О! Если бы я знала в тот момент, где разыскать Леона, я бы выскользнула из дома, нашла бы его и сказала: «Ты так хотел меня; бери же меня целиком, дай мне крышу над головой, семью, пропитание и имя, ибо я стыжусь родного имени, дома и того хлеба, что мне давали: все это я бессовестно ворую; я отрекаюсь, отвергаю все это!»
Болезнь избавила меня от отчаяния; горячка не отпускала меня добрых двадцать дней.
Когда жар спал, слабость не позволила мне что-либо предпринять; у меня хватало смелости лишь на то, чтобы лгать и дрожать от страха.
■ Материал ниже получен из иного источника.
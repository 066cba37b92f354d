import { Router, type Request } from 'express';
import type { Deps } from '@server/deps';
import type { QuestionDetailView } from '@shared/schemas/question-views';
import {
  askQuestionParams,
  askQuestionSchema,
  markAnsweredSchema,
  questionListQuery,
  questionParams,
  replySchema,
} from '@shared/schemas/question.schema';
import { clubIdParams } from '@shared/schemas/common';
import { inputOf, validate } from '../../middleware/validate';
import { authorize, requireClubMember, requireSignIn, viewerOf } from '../../middleware/viewer';
import { loadTank, requireActive } from '../tanks';
import { mentionableFor } from './question-people';
import type { Question } from './question.entity';
import { presentSummary } from './question.presenter';
import { listQuestions, loadQuestion, readingsAround, repliesOf, summaryOf } from './question.queries';
import { addReply, askQuestion, setAnswered } from './question.service';

const author = (req: Request) => {
  const { user } = viewerOf(req);
  return { id: user.id, displayName: user.displayName };
};
const subject = (q: Pick<Question, 'clubId' | 'askerId'>) => ({ clubId: q.clubId, askerId: q.askerId });

/**
 * Questions on a reading. The asker writes in their own thread ('update'); everyone else needs 'answer'
 * (current mentors, admins), so a past mentor can still read but no longer reply.
 */
export function questionRouter(deps: Pick<Deps, 'dataSource' | 'notify' | 'tankChanges'>): Router {
  const { dataSource } = deps;
  const router = Router();
  const base = '/clubs/:clubId/questions';

  const ask = { params: askQuestionParams, body: askQuestionSchema };
  router.post(
    '/clubs/:clubId/tanks/:tankId/questions',
    requireSignIn,
    validate(ask),
    requireClubMember,
    async (req, res) => {
      const { params, body } = inputOf(res, ask);
      const { question, mentioned } = await dataSource.transaction(async (tx) => {
        const tank = await loadTank(tx, params.clubId, params.tankId);
        authorize(req, 'create', 'Question', { clubId: tank.clubId, askerId: tank.ownerId });
        requireActive(tank);
        return askQuestion(tx, deps, tank, body, author(req));
      });
      const summary = presentSummary(await summaryOf(dataSource.manager, question.id));
      res.status(201).json({ question: { ...summary, body: question.body }, mentioned });
    },
  );

  const list = { params: clubIdParams, query: questionListQuery };
  router.get(base, requireSignIn, validate(list), requireClubMember, async (req, res) => {
    const { params, query } = inputOf(res, list);
    const rows = await listQuestions(dataSource.manager, viewerOf(req).ability, params.clubId, query);
    res.json({ questions: rows.map(presentSummary) });
  });

  const one = { params: questionParams };
  router.get(`${base}/:questionId`, requireSignIn, validate(one), requireClubMember, async (req, res) => {
    const { params } = inputOf(res, one);
    const m = dataSource.manager;
    const question = await loadQuestion(m, params.clubId, params.questionId);
    authorize(req, 'read', 'Question', subject(question));
    const { subject: about } = question.snapshot;
    const view: QuestionDetailView = {
      question: { ...presentSummary(await summaryOf(m, question.id)), body: question.body },
      snapshot: question.snapshot,
      replies: await repliesOf(m, question.id),
      readings: await readingsAround(
        m,
        question.tankId,
        about.kind === 'water-test' ? about.takenAt : about.occurredAt,
      ),
      mentionable: (await mentionableFor(m, subject(question))).filter(
        (p) => p.userId !== viewerOf(req).user.id,
      ),
    };
    res.json(view);
  });

  const reply = { params: questionParams, body: replySchema };
  router.post(
    `${base}/:questionId/replies`,
    requireSignIn,
    validate(reply),
    requireClubMember,
    async (req, res) => {
      const { params, body } = inputOf(res, reply);
      const me = author(req);
      const saved = await dataSource.transaction(async (tx) => {
        const question = await loadQuestion(tx, params.clubId, params.questionId, true);
        authorize(req, question.askerId === me.id ? 'update' : 'answer', 'Question', subject(question));
        return addReply(tx, deps, question, body, me);
      });
      const { reply: r } = saved;
      res.status(201).json({
        reply: {
          id: r.id,
          author: { userId: me.id, displayName: me.displayName },
          body: r.body,
          createdAt: r.createdAt.toISOString(),
        },
        question: presentSummary(await summaryOf(dataSource.manager, params.questionId)),
        mentioned: saved.mentioned,
      });
    },
  );

  const answered = { params: questionParams, body: markAnsweredSchema };
  router.post(
    `${base}/:questionId/answered`,
    requireSignIn,
    validate(answered),
    requireClubMember,
    async (req, res) => {
      const { params, body } = inputOf(res, answered);
      await dataSource.transaction(async (tx) => {
        const question = await loadQuestion(tx, params.clubId, params.questionId, true);
        authorize(req, 'update', 'Question', subject(question));
        await setAnswered(tx, deps, question, body.answered);
      });
      res.json({ question: presentSummary(await summaryOf(dataSource.manager, params.questionId)) });
    },
  );

  return router;
}
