import type { EntityManager } from 'typeorm';
import type { AnyParameterKey } from '@shared/care/parameters';
import type { QuestionSnapshot, SnapshotConcern, SnapshotSubject } from '@shared/schemas/question-views';
import type { TankEventDetails } from '@shared/schemas/tank-event.schema';
import { errors } from '../../lib/app-error';
import { resolveProfile } from '../care';
import { ConcernRow } from '../concerns';
import { TankEvent, valuesOf, WaterTest, type Tank } from '../tanks';

export interface AskedAbout {
  waterTestId?: string;
  eventId?: string;
}

/** The test or observation asked about; an id of another tank, or an event that is not an observation, is bad input. */
async function subjectOf(m: EntityManager, tank: Tank, about: AskedAbout): Promise<SnapshotSubject> {
  if (about.waterTestId) {
    const test = await m.findOneBy(WaterTest, { id: about.waterTestId, tankId: tank.id });
    if (!test)
      throw errors.badRequest('That water test is not on this tank.', [
        { path: 'waterTestId', message: 'No such water test on this tank.' },
      ]);
    return {
      kind: 'water-test',
      waterTestId: test.id,
      takenAt: test.takenAt.toISOString(),
      values: valuesOf(test),
      freeAmmonia: test.freeAmmoniaMgL,
      note: test.note,
    };
  }
  const event = await m.findOneBy(TankEvent, { id: about.eventId!, tankId: tank.id });
  if (!event)
    throw errors.badRequest('That entry is not on this tank.', [
      { path: 'eventId', message: 'No such entry on this tank.' },
    ]);
  if (event.kind !== 'observation')
    throw errors.badRequest('Questions can be about a water test or an observation.', [
      { path: 'eventId', message: 'Choose an observation of the animals.' },
    ]);
  return {
    kind: 'observation',
    eventId: event.id,
    occurredAt: event.occurredAt.toISOString(),
    details: event.details as TankEventDetails<'observation'>,
    note: event.note,
  };
}

function measured(subject: SnapshotSubject): AnyParameterKey[] {
  if (subject.kind !== 'water-test') return [];
  const keys = Object.keys(subject.values) as AnyParameterKey[];
  return subject.freeAmmonia === null ? keys : [...keys, 'freeAmmonia'];
}

/**
 * A copy of what the question is about as it stands now: the figures, the concerns open on the tank and the care
 * profile's version and bands, so editing the test or the profile later never changes what the question showed.
 */
export async function takeSnapshot(
  m: EntityManager,
  tank: Tank,
  about: AskedAbout,
  now = new Date(),
): Promise<QuestionSnapshot> {
  const subject = await subjectOf(m, tank, about);
  const rows = await m
    .createQueryBuilder(ConcernRow, 'c')
    .where("c.tank_id = :tankId AND c.status <> 'resolved'", { tankId: tank.id })
    .orderBy('c.raised_at', 'DESC')
    .getMany();
  const concerns: SnapshotConcern[] = rows.map((c) => ({
    id: c.id,
    rule: c.rule,
    parameter: c.parameter,
    severity: c.severity,
    reason: c.reason,
    nextSteps: c.nextSteps,
    value: c.value,
    unit: c.unit,
    status: c.status as SnapshotConcern['status'],
    raisedAt: c.raisedAt.toISOString(),
  }));
  const profile = await resolveProfile(m, tank.clubId, tank.careProfileKey);
  const ranges: NonNullable<QuestionSnapshot['profile']>['ranges'] = {};
  for (const key of new Set([
    ...measured(subject),
    ...concerns.map((c) => c.parameter).filter((p): p is AnyParameterKey => p !== 'stocking'),
  ])) {
    const range = profile?.ranges[key];
    if (range) ranges[key] = { ideal: range.ideal, caution: range.caution };
  }
  return {
    takenAt: now.toISOString(),
    subject,
    concerns,
    profile: profile
      ? { key: profile.key, version: profile.version, name: profile.name, animals: profile.animals, ranges }
      : null,
    tank: { name: tank.name, systemType: tank.systemType, phase: tank.phase, volumeL: tank.volumeL },
  };
}
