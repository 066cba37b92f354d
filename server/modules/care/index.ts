/** Care profiles: the shipped ones and a club's own versioned copies; which one a tank follows. */
export { ClubCareProfile, ClubCareProfileVersion } from './care-profile.entity';
export { careProfileRouter } from './care-profile.router';
export { copyProfile, resolveProfile, resolveProfiles, type ProfileSummary } from './care-profile.service';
Я почувствовала, что, несмотря ни на что, заслуживаю жизнь, только когда неведомое раньше ощущение, более могущественное, святое и невыразимое, чем любовь, посетило меня, закалив мою душу, – я догадалась, что скоро стану матерью. Прежде чем обычные признаки уведомили меня об этом, не знаю, какое внутреннее чувство подсказало мне, что я не имею права умирать. Меж тем то была лишь смутная надежда, приходившая ко мне в часы одиночества; не знаю, почему я смотрела с совершенно новым для себя любопытством на дочурок моей сестры. Я восстанавливала в памяти их лица и уморительное агуканье в первые дни после рождения. Я бережно сажала их себе на колени, ласково баюкала и старалась припомнить колыбельные, что напевали им кормилицы. И вот, однажды вечером, когда я встала на колени в своей комнате, с отчаянной горячностью обращаясь к Богу, умоляя Его отвернуть от меня несчастья, которые я предчувствовала, всеми силами души обещая Ему искупить свой грех праведной жизнью, полной раскаяния и добродетели, я поняла, что во мне пробуждается еще одна жизнь.